[Stored data]
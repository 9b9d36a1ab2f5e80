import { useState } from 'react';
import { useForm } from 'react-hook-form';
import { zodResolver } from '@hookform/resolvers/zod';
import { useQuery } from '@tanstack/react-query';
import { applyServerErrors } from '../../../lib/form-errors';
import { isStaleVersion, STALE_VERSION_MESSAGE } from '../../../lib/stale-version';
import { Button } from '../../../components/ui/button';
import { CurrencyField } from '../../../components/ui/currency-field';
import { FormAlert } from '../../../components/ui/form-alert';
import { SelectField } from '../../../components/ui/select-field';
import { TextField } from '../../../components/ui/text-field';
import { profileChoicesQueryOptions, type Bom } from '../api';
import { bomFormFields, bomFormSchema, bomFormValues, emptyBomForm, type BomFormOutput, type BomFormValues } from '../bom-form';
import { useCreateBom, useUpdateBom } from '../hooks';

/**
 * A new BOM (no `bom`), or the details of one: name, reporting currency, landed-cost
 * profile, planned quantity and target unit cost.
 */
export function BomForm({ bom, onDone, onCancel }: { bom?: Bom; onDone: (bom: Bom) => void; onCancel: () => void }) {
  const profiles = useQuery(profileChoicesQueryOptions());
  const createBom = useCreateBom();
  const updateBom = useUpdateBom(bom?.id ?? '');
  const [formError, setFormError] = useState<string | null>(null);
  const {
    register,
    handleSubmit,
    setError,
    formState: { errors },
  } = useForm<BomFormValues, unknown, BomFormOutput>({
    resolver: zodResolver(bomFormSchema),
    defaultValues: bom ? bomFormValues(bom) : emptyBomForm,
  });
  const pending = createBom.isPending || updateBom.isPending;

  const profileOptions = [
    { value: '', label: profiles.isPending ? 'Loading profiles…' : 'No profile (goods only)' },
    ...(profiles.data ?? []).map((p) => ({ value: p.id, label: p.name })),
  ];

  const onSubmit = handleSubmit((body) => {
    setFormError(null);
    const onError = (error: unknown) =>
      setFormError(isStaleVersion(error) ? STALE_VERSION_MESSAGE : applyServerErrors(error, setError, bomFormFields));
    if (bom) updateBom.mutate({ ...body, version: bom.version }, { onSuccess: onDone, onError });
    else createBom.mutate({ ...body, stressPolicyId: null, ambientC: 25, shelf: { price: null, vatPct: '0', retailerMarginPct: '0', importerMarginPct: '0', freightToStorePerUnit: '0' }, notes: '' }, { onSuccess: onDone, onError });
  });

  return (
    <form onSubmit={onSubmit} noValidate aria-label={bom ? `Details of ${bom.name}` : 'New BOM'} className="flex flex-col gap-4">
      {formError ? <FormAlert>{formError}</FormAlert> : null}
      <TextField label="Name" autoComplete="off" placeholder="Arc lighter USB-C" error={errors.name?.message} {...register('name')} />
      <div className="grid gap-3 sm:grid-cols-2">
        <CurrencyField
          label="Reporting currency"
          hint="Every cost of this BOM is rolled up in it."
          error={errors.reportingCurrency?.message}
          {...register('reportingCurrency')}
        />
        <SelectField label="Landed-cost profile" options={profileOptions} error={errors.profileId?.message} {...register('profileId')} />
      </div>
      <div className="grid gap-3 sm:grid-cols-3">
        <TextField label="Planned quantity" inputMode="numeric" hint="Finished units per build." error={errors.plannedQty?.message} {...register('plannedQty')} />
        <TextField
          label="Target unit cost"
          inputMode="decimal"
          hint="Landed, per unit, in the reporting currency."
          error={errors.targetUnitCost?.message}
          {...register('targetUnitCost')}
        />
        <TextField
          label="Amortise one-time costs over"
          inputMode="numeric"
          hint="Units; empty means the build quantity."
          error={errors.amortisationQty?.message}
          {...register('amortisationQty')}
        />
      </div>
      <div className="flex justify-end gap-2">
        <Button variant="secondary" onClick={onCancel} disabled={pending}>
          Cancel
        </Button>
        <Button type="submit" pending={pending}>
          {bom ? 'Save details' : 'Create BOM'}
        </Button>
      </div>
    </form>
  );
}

→ **Work order**:
What is the number of lines in the records that contain "TextField"? State that number alone.

→ **Result of this exercise**:
5